==== Data under study ====

TEST_CASE("demand shocks", "[scenario]") {
  // model.md, Demand: a store traffic shock with a cv, and AR(1) persistence at lag 1 or 7.
  const Scenario s = valid(
      "demand_shocks: { store_traffic_cv: 0.1, persistence: { lag: 7, coefficient: 0.3, cv: "
      "0.15 } }\n");
  CHECK(s.shocks.store_traffic_cv == 0.1);
  CHECK(s.shocks.persistence_lag == 7);
  CHECK(s.shocks.persistence_coefficient == 0.3);
  CHECK(s.shocks.persistence_cv == 0.15);
  CHECK(problems("demand_shocks: { store_traffic_cv: -0.1 }\n") ==
        Lines{"t.yaml:1:36: error: demand_shocks.store_traffic_cv must be >= 0 (got -0.1)"});
  CHECK(problems("demand_shocks: { persistence: { lag: 3, coefficient: 0.5 } }\n") ==
        Lines{"t.yaml:1:38: error: demand_shocks.persistence.lag must be 1 or 7 (got 3)\n"
              "  hint: 1: yesterday carries over; 7: the same weekday last week carries over"});
  CHECK(problems("demand_shocks: { persistence: { lag: 1, coefficient: 1 } }\n") ==
        Lines{"t.yaml:1:54: error: demand_shocks.persistence.coefficient must be in [0, 1) (got "
              "1)"});
}

// ---------------------------------------------------------------------------------------------
// policies, baseline

TEST_CASE("policy lists and names", "[scenario]") {
  // brief: policies is a non-empty list; names unique and in the id character set.
  CHECK(problems("policies: { name: p }\n") ==
        Lines{"t.yaml:1:11: error: policies must be a list of policies (got a mapping)"});
  CHECK(problems("policies: []\n") ==
        Lines{"t.yaml:1:11: error: policies must list at least one policy"});
  CHECK(problems("policies: [p]\n") ==
        Lines{"t.yaml:1:12: error: policies[0] must be a mapping with a name, a forecast and a "
              "quantity (got p)"});
  CHECK(problems("policies: [{ forecast: { method: x }, quantity: { rule: y } }]\n") ==
        Lines{"t.yaml:1:12: error: policies[0].name is required"});
  CHECK(problems("policies: [{ name: a b, forecast: { method: x }, quantity: { rule: y } }]\n") ==
        Lines{"t.yaml:1:20: error: policies[0].name must use only letters, digits, '_', '-' and "
              "'.' (got 'a b')"});
  CHECK(problems("policies:\n  - { name: p, forecast: { method: x }, quantity: { rule: y } }\n"
                 "  - { name: p, forecast: { method: x }, quantity: { rule: y } }\n") ==
        Lines{"t.yaml:3:13: error: policies[1].name 'p' is already used by policies[0]\n"
              "  hint: policies[0].name is at line 2"});
}

TEST_CASE("policy parts", "[scenario]") {
  // brief: forecast needs a method, quantity a rule; censoring and adjustments may be a bare
  // method name. policies.md: the four parts of a policy.
  const std::string name = "policies: [{ name: p, ";
  CHECK(problems(name + "quantity: { rule: y } }]\n") ==
        Lines{"t.yaml:1:12: error: policies[0].forecast is required\n"
              "  hint: e.g. forecast: { method: ses_weekday }"});
  CHECK(problems(name + "forecast: oracle, quantity: { rule: y } }]\n") ==
        Lines{"t.yaml:1:33: error: policies[0].forecast must be a mapping with a method "
              "(got oracle)\n  hint: write { method: oracle }"});
  CHECK(problems(name + "forecast: { alpha: 0.3 }, quantity: { rule: y } }]\n") ==
        Lines{"t.yaml:1:33: error: policies[0].forecast.method is required"});
  CHECK(problems(name + "forecast: { method: [a] }, quantity: { rule: y } }]\n") ==
        Lines{"t.yaml:1:43: error: policies[0].forecast.method must be a name (got a list)"});
  CHECK(problems(name + "forecast: { method: x } }]\n") ==
        Lines{"t.yaml:1:12: error: policies[0].quantity is required\n"
              "  hint: e.g. quantity: { rule: in_stock_target }"});
  CHECK(problems(name + "forecast: { method: x }, quantity: { level: 0.7 } }]\n") ==
        Lines{"t.yaml:1:58: error: policies[0].quantity.rule is required"});
  CHECK(problems(name + "forecast: { method: x }, quantity: fixed }]\n") ==
        Lines{"t.yaml:1:58: error: policies[0].quantity must be a mapping with a rule (got fixed)\n"
              "  hint: write { rule: fixed }"});
  CHECK(problems(name + "forecast: { method: x }, censoring: [drop], quantity: { rule: y } }]\n") ==
        Lines{"t.yaml:1:59: error: policies[0].censoring must be a method name or a mapping with "
              "a method (got a list)"});
  CHECK(problems(name + "forecast: { method: x }, quantity: { rule: y }, adjustments: pack_round "
                        "}]\n") ==
        Lines{"t.yaml:1:84: error: policies[0].adjustments must be a list such as [pack_round] "
              "(got pack_round)"});
  CHECK(
      problems(name + "forecast: { method: x }, quantity: { rule: y }, adjustments: [[a]] }]\n") ==
      Lines{"t.yaml:1:85: error: policies[0].adjustments[0] must be a method name or a mapping "
            "with a method (got a list)"});
  CHECK(problems(name + "forecast: { method: x }, quantity: { rule: y }, adjustments: [{ k: 2 }] "
                        "}]\n") ==
        Lines{"t.yaml:1:85: error: policies[0].adjustments[0].method is required"});
}
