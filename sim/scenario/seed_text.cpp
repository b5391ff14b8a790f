#include "sim/scenario/seed_text.hpp"

#include <fmt/format.h>

#include <algorithm>
#include <charconv>
#include <limits>

namespace larder {

std::optional<std::uint64_t> parse_seed_text(std::string_view text) {
  const bool digits_only = !text.empty() && std::all_of(text.begin(), text.end(), [](char c) {
    return c >= '0' && c <= '9';
  });
  if (!digits_only) return std::nullopt;
  std::uint64_t v = 0;
  const auto [end, ec] = std::from_chars(text.data(), text.data() + text.size(), v);
  if (ec != std::errc{} || end != text.data() + text.size()) return std::nullopt;
  return v;
}

std::string seed_rule(std::string_view what) {
  return fmt::format("{} must be a whole number in [0, {}]", what,
                     std::numeric_limits<std::uint64_t>::max());
}

}  // namespace larder
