#pragma once
// Ids and names (scenario, stores, items, policies, attribute keys) end up in folder names and
// CSV files, so they are restricted to a portable character set.

#include <string>
#include <string_view>

namespace larder {

/// What ids may contain, for messages: "letters, digits, '_', '-' and '.'".
inline constexpr std::string_view kIdCharacters = "letters, digits, '_', '-' and '.'";

/// Why `text` cannot be an id, as the end of a sentence starting with its path (e.g. "must not be
/// empty"); empty when it is a valid id.
std::string id_problem(std::string_view text);

/// Whether `text` is a valid id: non-empty, only ASCII letters, digits, '_', '-' and '.', and not
/// "." or ".." (which would name another folder).
inline bool is_valid_id(std::string_view text) {
  return id_problem(text).empty();
}

}  // namespace larder
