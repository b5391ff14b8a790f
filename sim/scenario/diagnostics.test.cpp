// Diagnostics keep the first kMaxKept problems in full and count the rest (issue 23: a file of a
// million bad lines, or an endless pipe, must not make the report grow without bound); the
// reason a reader stopped is always shown. Expected texts written by hand.

#include "sim/scenario/diagnostics.hpp"

#include <fmt/format.h>

#include <catch2/catch.hpp>

namespace larder {
namespace {

TEST_CASE("diagnostics keep 100 problems, count the rest, and always say why reading stopped",
          "[scenario]") {
  Diagnostics diag;
  for (int line = 1; line <= 250; ++line) diag.error({"f.csv", line, 1}, "bad row");
  CHECK(diag.items().size() == 100);
  CHECK(diag.dropped() == 150);
  CHECK(!diag.ok());
  // Copied problems carry the count along (parse_scenario sorts and copies them).
  Diagnostics copy;
  for (const Diagnostic& d : diag.items()) copy.error(d.where, d.message, d.hint);
  copy.count_dropped(diag);
  CHECK(copy.dropped() == 150);
  CHECK(copy.format() == diag.format());
  diag.final_error({"f.csv", 251, 1}, "larger than the limit");
  const std::string text = diag.format();
  CHECK(text.find("f.csv:100:1: error: bad row\n"
                  "f.csv: error: ... and 150 more problems\n"
                  "f.csv:251:1: error: larger than the limit\n") != std::string::npos);
  CHECK(text.find("f.csv:101:1:") == std::string::npos);
  CHECK(text.starts_with("f.csv:1:1: error: bad row\n"));

  // Below the limit nothing changes: every problem, no count line.
  Diagnostics few;
  few.error({"g.yaml", 2, 3}, "one");
  few.final_error({"g.yaml", 0, 0}, "stopped");
  CHECK(few.format() == "g.yaml:2:3: error: one\ng.yaml: error: stopped\n");
}

}  // namespace
}  // namespace larder
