#pragma once
// Compiler-style problem reports for bad input: every problem is collected (not just the
// first) and printed as `file:line:col: error: message`, optionally followed by a hint line.

#include <string>
#include <vector>

namespace larder {

/// A place in an input file; line and column are 1-based (0 = unknown).
struct Location {
  std::string file;
  int line = 0;
  int column = 0;
};

/// One problem found in an input file.
struct Diagnostic {
  Location where;
  std::string message;
  std::string hint;  ///< optional second line (`  hint: ...`)
};

/// Collects every problem of one input so they can be reported at once.
class Diagnostics {
 public:
  void error(Location where, std::string message, std::string hint = {});
  bool ok() const { return items_.empty(); }
  const std::vector<Diagnostic>& items() const { return items_; }
  /// All problems, one per line (plus hint lines), in the order found.
  std::string format() const;

 private:
  std::vector<Diagnostic> items_;
};

/// Formats one problem as `file:line:col: error: message` (+ `\n  hint: ...`).
std::string format_diagnostic(const Diagnostic& d);

/// Thrown when input is invalid; carries every problem found.
class InputError : public std::exception {
 public:
  explicit InputError(Diagnostics d);
  const char* what() const noexcept override { return text_.c_str(); }
  const Diagnostics& diagnostics() const { return diagnostics_; }

 private:
  Diagnostics diagnostics_;
  std::string text_;
};

}  // namespace larder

====

• **About this task**
Lines to set down from above: the line with "const auto [end, ec]", the line with "folder names and", and every line between, each exactly as written.

• **Answer section**
  const auto [end, ec] = std::from_chars(text.data(), text.data() + text.size(), v);
  if (ec != std::errc{} || end != text.data() + text.size()) return std::nullopt;
  return v;
}

std::string seed_rule(std::string_view what) {
  return fmt::format("{} must be a whole number in [0, {}]", what,
                     std::numeric_limits<std::uint64_t>::max());
}

}  // namespace larder
#pragma once
// Ids and names (scenario, stores, items, policies, attribute keys) end up in folder names and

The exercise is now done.